**AVAILABLE DATA**

────────────────

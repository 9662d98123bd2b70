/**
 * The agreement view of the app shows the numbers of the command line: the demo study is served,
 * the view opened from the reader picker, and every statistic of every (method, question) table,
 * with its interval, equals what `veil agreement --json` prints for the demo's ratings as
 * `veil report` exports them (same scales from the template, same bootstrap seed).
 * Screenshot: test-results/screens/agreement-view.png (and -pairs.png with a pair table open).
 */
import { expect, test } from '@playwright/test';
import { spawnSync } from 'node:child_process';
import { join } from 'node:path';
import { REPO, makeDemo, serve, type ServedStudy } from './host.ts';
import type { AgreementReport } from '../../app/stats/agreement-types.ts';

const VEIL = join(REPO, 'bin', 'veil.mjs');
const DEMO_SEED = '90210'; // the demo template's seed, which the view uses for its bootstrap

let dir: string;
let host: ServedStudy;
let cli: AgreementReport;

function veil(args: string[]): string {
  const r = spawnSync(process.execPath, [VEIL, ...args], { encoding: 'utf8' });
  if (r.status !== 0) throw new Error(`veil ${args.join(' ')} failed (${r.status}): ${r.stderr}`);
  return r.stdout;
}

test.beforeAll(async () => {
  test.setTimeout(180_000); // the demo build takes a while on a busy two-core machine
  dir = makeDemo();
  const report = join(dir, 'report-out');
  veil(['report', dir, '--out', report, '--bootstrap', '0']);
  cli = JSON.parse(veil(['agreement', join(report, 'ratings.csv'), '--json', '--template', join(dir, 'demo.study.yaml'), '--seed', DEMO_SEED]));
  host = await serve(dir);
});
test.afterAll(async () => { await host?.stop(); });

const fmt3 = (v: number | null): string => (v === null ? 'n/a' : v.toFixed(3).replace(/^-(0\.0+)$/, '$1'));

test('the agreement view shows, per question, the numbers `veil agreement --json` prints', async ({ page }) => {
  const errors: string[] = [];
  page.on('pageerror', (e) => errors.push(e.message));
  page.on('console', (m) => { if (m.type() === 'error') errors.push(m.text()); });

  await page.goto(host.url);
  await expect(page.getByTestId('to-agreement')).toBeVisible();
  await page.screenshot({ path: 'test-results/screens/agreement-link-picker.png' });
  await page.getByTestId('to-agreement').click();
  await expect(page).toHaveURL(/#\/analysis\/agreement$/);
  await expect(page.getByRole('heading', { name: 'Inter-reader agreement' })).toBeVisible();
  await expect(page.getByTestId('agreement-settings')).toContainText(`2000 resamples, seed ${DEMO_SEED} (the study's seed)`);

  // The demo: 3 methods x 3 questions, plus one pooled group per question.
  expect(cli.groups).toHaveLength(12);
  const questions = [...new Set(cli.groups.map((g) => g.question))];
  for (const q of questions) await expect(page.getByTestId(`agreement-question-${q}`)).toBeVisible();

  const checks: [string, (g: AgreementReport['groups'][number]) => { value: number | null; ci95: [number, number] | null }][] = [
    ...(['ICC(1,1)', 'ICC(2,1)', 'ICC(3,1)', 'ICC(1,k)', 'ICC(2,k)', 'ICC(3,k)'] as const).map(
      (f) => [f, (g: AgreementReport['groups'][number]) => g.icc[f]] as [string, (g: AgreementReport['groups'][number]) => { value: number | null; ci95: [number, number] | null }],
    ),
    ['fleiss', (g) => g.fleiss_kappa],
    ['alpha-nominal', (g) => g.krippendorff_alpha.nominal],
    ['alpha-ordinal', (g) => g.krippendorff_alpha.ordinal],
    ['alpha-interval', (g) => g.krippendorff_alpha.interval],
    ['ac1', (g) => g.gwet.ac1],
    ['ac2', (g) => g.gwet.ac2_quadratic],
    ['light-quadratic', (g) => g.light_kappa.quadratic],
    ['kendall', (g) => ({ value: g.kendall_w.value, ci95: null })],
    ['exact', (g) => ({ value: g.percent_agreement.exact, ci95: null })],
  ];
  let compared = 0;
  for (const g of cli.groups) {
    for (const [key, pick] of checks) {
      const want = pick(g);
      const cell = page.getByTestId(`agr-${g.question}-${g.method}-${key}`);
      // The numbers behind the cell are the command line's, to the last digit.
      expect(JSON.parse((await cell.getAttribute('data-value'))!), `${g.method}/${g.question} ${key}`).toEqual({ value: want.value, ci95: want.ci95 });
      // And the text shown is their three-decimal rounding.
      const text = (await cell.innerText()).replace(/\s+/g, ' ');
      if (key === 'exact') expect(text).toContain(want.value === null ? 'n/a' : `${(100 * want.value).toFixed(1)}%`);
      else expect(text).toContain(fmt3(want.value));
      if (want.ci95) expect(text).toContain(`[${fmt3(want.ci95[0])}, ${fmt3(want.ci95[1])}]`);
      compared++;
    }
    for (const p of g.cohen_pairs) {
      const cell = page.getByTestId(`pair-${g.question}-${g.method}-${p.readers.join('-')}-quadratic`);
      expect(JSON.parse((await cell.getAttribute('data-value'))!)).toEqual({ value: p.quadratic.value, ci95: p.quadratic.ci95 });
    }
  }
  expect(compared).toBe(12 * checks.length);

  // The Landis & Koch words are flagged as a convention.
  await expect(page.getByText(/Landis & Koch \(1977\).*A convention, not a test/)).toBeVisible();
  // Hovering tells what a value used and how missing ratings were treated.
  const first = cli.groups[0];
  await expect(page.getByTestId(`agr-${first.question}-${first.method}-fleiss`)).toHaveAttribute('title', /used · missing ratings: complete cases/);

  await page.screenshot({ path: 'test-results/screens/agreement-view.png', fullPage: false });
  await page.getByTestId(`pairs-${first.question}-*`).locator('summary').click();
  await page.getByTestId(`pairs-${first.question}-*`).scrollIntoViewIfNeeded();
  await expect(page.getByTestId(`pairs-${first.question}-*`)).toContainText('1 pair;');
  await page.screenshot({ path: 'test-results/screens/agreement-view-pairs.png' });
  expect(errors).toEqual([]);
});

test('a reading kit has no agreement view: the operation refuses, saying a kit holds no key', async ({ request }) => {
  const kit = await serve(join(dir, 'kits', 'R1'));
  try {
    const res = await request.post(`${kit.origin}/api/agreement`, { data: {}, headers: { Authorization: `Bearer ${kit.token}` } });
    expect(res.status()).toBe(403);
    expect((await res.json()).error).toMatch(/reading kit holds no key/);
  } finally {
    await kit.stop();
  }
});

────────────────

**ACTIVITY**
Restate verbatim all lines from the start of the data through the line containing "same bootstrap seed).", with both ends kept.

**EXERCISE SOLUTION**
repository 9662d98123bd2b70
/**
 * The agreement view of the app shows the numbers of the command line: the demo study is served,
 * the view opened from the reader picker, and every statistic of every (method, question) table,
 * with its interval, equals what `veil agreement --json` prints for the demo's ratings as
 * `veil report` exports them (same scales from the template, same bootstrap seed).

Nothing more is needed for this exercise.